Former Vice President Paa Kwesi Amissah Arthur
Former Vice President Paa Kwesi Amissah Arthur is entitled to some courtesies such as obeisance because he served as the Number Two Gentleman of the nation. It does not matter whether he failed to leave a mark in his trail or even impact positively on the economy of the country.
To have unfettered access to the courtesies however, he must exhibit a high sense of dignity when speaking in public. In the case that he slips in arranging his thoughts in a manner as to expose his ignorance or mischief, he is bound to suffer the untold consequences in the peculiar Ghanaian political circumstance.
In his bid to be relevant in the Ghanaian political dispensation, he feels obliged to speak out on important national issues. In his every effort in that direction, however, he has largely ended up becoming a laughing stock; failing woefully.
Last week, he tried taking a swipe at the ‘Ghana Beyond Aid’ – the new mantra and failed humiliatingly. The refrain has within the short period that it was mooted by the President caused unrest in NDC quarters – another project whose success would deal them a long term blow as has the free SHS done.
Paa Kwesi Amissah Arthur with the 107 questions posed by his successor Vice President Mahamudu Bawumia still outstanding, has jumped into the fray condemning the mantra as an undoable rhetoric.
Like the free SHS it is doable because the originator of it has a track record of making good his promises and visions.
Paa Kwesi clearly does not either understand the ‘Ghana Beyond Aid’ vision or he is just being politically mischievous – a new trait he appears to have acquired recently as he learns the rope of propaganda.
Trying to be relevant can be a difficult enterprise. Not even the capable hands in the NDC are making headway in these difficult times in the party’s history let alone the likes of the former Vice President whose place is certainly not in politics especially the propaganda-driven type.
He threw a bad analogy when he said a gift from Microsoft should be rejected if ‘Ghana Beyond Aid’ should hold.
Clearly the Vice President makes many of us wonder how a person of his mould was able to hold the exalted office of Vice President for that long. Anyway the fallouts were obvious: a tattered economy which the new government tries hard to chart a new productive course away from.
Gifts differ from the aid we go seeking for our budgets and policies. The idea is to eventually use our resources to achieve our economic goals without recourse to foreign sources. This we can do by reducing to the barest minimum the incidence of corruption in our body politics and keeping away pessimists like Amissah Arthur from the throttles of governance.

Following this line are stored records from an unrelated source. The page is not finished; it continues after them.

def _window(values: np.ndarray, steps: Any, thin: Any) -> tuple[np.ndarray, int]:
    """Indices of the drawn steps: those of ``values`` inside the window, thinned."""
    if steps is not None and not isinstance(steps, slice):
        raise ValueError(f"steps must be a slice of steps, e.g. slice(100, 300), got "
                         f"{type(steps).__name__}")
    if thin is not None and (isinstance(thin, bool) or not isinstance(thin, (int, np.integer))
                             or thin < 1):
        raise ValueError(f"thin must be an int >= 1 (draw every thin-th step), got {thin!r}")
    keep = np.ones(values.size, bool)
    stride = 1
    if steps is not None:
        if steps.start is not None:
            keep &= values >= steps.start
        if steps.stop is not None:
            keep &= values < steps.stop
        if steps.step is not None:
            if isinstance(steps.step, bool) or not isinstance(steps.step, (int, np.integer)) \
                    or steps.step < 1:
                raise ValueError(f"the step of steps= must be an int >= 1, got {steps.step!r}")
            stride = int(steps.step)
    idx = np.flatnonzero(keep)
    if idx.size == 0:
        raise ValueError(f"steps={steps!r} selects none of the steps {values[0]} to "
                         f"{values[-1]}; pass a window inside them")
    if thin is None:
        thin = max(1, -(-idx[::stride].size // MAX_DRAWN_STEPS))
    stride *= int(thin)
    return idx[::stride], stride


def _condition_keys(result) -> dict[str, Any]:
    """Colour (and line style) of each condition: the palette with line styles for categories,
    a colour map for ordered values."""
    from .style import LINESTYLES, RUN_COLORS

    C = len(result.conditions)
    if result.label_kind == "ordered":
        import matplotlib
        from matplotlib.colors import Normalize

        v = np.asarray(result.conditions, dtype=float)
        norm = Normalize(float(v.min()), float(v.max()) if v.max() > v.min() else v.min() + 1)
        cmap = matplotlib.colormaps["viridis"]
        return {"kind": "ordered", "colors": [cmap(norm(x)) for x in v], "styles": ["-"] * C,
                "norm": norm, "cmap": cmap, "values": v}
    return {"kind": "categorical", "colors": [RUN_COLORS[i % len(RUN_COLORS)] for i in range(C)],
            "styles": [LINESTYLES[(i // len(RUN_COLORS) + i) % len(LINESTYLES)]
                       for i in range(C)],
            "values": np.asarray(result.conditions)}
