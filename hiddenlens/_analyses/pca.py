"""PCA of recorded hidden states: low-dimensional trajectories and the effective dimension."""

from __future__ import annotations

import warnings
from collections.abc import Mapping, Sequence
from dataclasses import dataclass
from typing import Any

import numpy as np
import torch

from .._core.options import analysis, check_options, int_seed, renamed
from .._core.results import Result, frozen_mapping, readonly
from .._core.systems import RecurrentSystem
from .._core.trace import Trace
from .._core.validation import check_trace_fits

__all__ = ["PCATrajectories", "pca_trajectories"]


@dataclass(frozen=True, eq=False)
class PCATrajectories(Result):
    """Hidden-state trajectories projected onto their principal components.

    Attributes
    ----------
    projected : ndarray of shape (B, T, k)
        The states of the fitted trace in the basis of the k leading components.
    components : ndarray of shape (k, D)
        Principal axes over the D selected state units (rows of unit length).
    mean : ndarray of shape (D,)
        Mean state over all samples and steps, removed before projecting.
    explained_variance : ndarray of shape (k,)
        Variance along each kept component.
    explained_variance_ratio : ndarray of shape (k,)
        Fraction of the total variance along each kept component.
    spectrum : ndarray of shape (D,)
        All eigenvalues of the state covariance, largest first (not only the k kept).
    cumulative : ndarray of shape (D,)
        Cumulative fraction of variance of the first 1, 2, ..., D components.
    participation_ratio : float
        Effective dimension ``(sum(spectrum))**2 / sum(spectrum**2)``, between 1 and D.
    n_components_90, n_components_95 : int
        Fewest components that explain at least 90% / 95% of the variance.
    columns : ndarray of shape (D,)
        Indices of the selected units in the flat state.
    parts : tuple of str or None
        The parts PCA was fitted on (None: the whole state).
    state_size : int
        S of the fitted trace; :meth:`project` accepts states of this length.
    trace_parts : Mapping[str, slice]
        The part layout of the fitted trace, to check traces given to :meth:`project`.
    pca : sklearn.decomposition.PCA
        The fitted scikit-learn estimator (do not refit it: the arrays above would no longer
        match it).

    Notes
    -----
    PCA axes belong to the data they were fitted on. The axes of two separate fits (two runs,
    two models, two input conditions) are not comparable, even when they look alike: project
    both traces into one basis with :meth:`project` (or ``others=`` in :meth:`plot`). The
    fraction of variance along an axis says how much the states spread along it, not how much
    the network relies on it.
    """

    projected: np.ndarray
    components: np.ndarray
    mean: np.ndarray
    explained_variance: np.ndarray
    explained_variance_ratio: np.ndarray
    spectrum: np.ndarray
    cumulative: np.ndarray
    participation_ratio: float
    n_components_90: int
    n_components_95: int
    columns: np.ndarray
    parts: tuple[str, ...] | None
    state_size: int
    trace_parts: Mapping[str, slice]
    pca: Any

    @property
    def n_components(self) -> int:
        """k, the number of kept components."""
        return self.components.shape[0]

    # ------------------------------------------------------------------ projecting
    def project(self, other: Trace | Any) -> np.ndarray:
        """Project another trace, or flat states, into this basis.

        Parameters
        ----------
        other : Trace or array_like of shape (..., S)
            A trace with the same part layout as the fitted one (another run or input condition
            of the same model), or flat states of the fitted length S (e.g. fixed points).

        Returns
        -------
        ndarray of shape (B', T', k) for a trace, (..., k) for an array
        """
        if isinstance(other, Trace):
            self._check_layout(other)
            states = other.states
        else:
            states = np.asarray(other, dtype=np.float64)
            if states.ndim == 0 or states.shape[-1] != self.state_size:
                raise ValueError(
                    f"states to project must have shape (..., {self.state_size}), the state "
                    f"size of the fitted trace, got shape {states.shape}"
                )
        X = np.asarray(states[..., self.columns], dtype=np.float64)  # (..., D)
        return (X - self.mean) @ self.components.T  # (..., k)

    def _check_layout(self, other: Trace) -> None:
        names = self.parts if self.parts is not None else tuple(self.trace_parts)
        own = {n: self.trace_parts[n] for n in names}
        theirs = {n: other.parts.get(n) for n in names}
        same_size = other.state_size == self.state_size or self.parts is not None
        if own != theirs or not same_size:
            raise ValueError(
                f"the trace to project has state size {other.state_size} and parts "
                f"{_describe_parts(other.parts)}, but PCA was fitted on parts "
                f"{_describe_parts(own)} of states of size {self.state_size}; project traces "
                "of the same model (or pass flat states of matching size as an array)"
            )

    # ------------------------------------------------------------------ tables
    def to_frame(self):
        """Long table of the projected trajectories: index (sample, step), columns PC1..PCk."""
        import pandas as pd

        B, T, k = self.projected.shape
        idx = pd.MultiIndex.from_product([range(B), range(T)], names=["sample", "step"])
        return pd.DataFrame(self.projected.reshape(B * T, k), index=idx,
                            columns=[f"PC{i + 1}" for i in range(k)])

    # ------------------------------------------------------------------ plots
    def axis_label(self, i: int) -> str:
        """``"PC1 (42.0%)"``: the label of component ``i`` (from 0) with its variance share."""
        return f"PC{i + 1} ({100 * self.explained_variance_ratio[i]:.1f}%)"

    def plot(self, ax: Any = None, *, dims: int = 2, color_by: Any = "time", samples: Any = None,
             steps: slice | None = None, others: Any = None):
        """Draw the trajectories in the plane (or space) of the leading components.

        Parameters
        ----------
        ax : matplotlib Axes, optional
            Where to draw (3-D axes for ``dims=3``); a new figure by default.
        dims : {2, 3}
        color_by : "time", "sample" or array_like of shape (B,)
            Colour segments by step, each sample in its own colour, or by a label per sample
            (e.g. the class of each sequence).
        samples : int, sequence of int or slice, optional
            Which samples to draw (all by default).
        steps : slice, optional
            Which steps to draw (all by default).
        others : Trace, sequence of Trace or mapping name -> Trace, optional
            Further traces of the same model, projected into this basis and drawn dashed.

        Returns
        -------
        matplotlib Axes

        Notes
        -----
        Circles mark where each trajectory starts, squares where it ends.
        """
        from .._plotting.pca import draw_trajectories

        projected = [(label, self.project(tr)) for label, tr in _as_named_traces(others)]
        return draw_trajectories(self, ax, dims=dims, color_by=color_by, samples=samples,
                                 steps=steps, others=projected)

    def plot_variance(self, ax: Any = None, *, max_components: int = 30):
        """Draw the variance share of each component and the cumulative curve (90%/95% marked)."""
        from .._plotting.pca import draw_variance

        return draw_variance(self, ax, max_components=max_components)

    def __repr__(self) -> str:
        B, T, k = self.projected.shape
        return (f"PCATrajectories(B={B}, T={T}, k={k}, D={self.columns.size}, "
                f"participation_ratio={self.participation_ratio:.3g}, "
                f"n_components_90={self.n_components_90})")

It takes a visionary leadership to change the course of a country’s history. When such leaders are at the throttles, their ways daze those who when it was their turn failed to live up to expectation. Now that they are away from the helm, their stock-in-trade is throwing spanners into the works.
The Paa Amissah Arthurs of our time will fail as the ‘Ghana Beyond Aid’ comes to fruition for the benefit of all Ghanaians, a move worthy of emulation by other countries used to begging for aid.
The march towards an aidless Ghana has begun: notice has duly been served the players on the corruption field to steer clear lest they are caught and destroyed.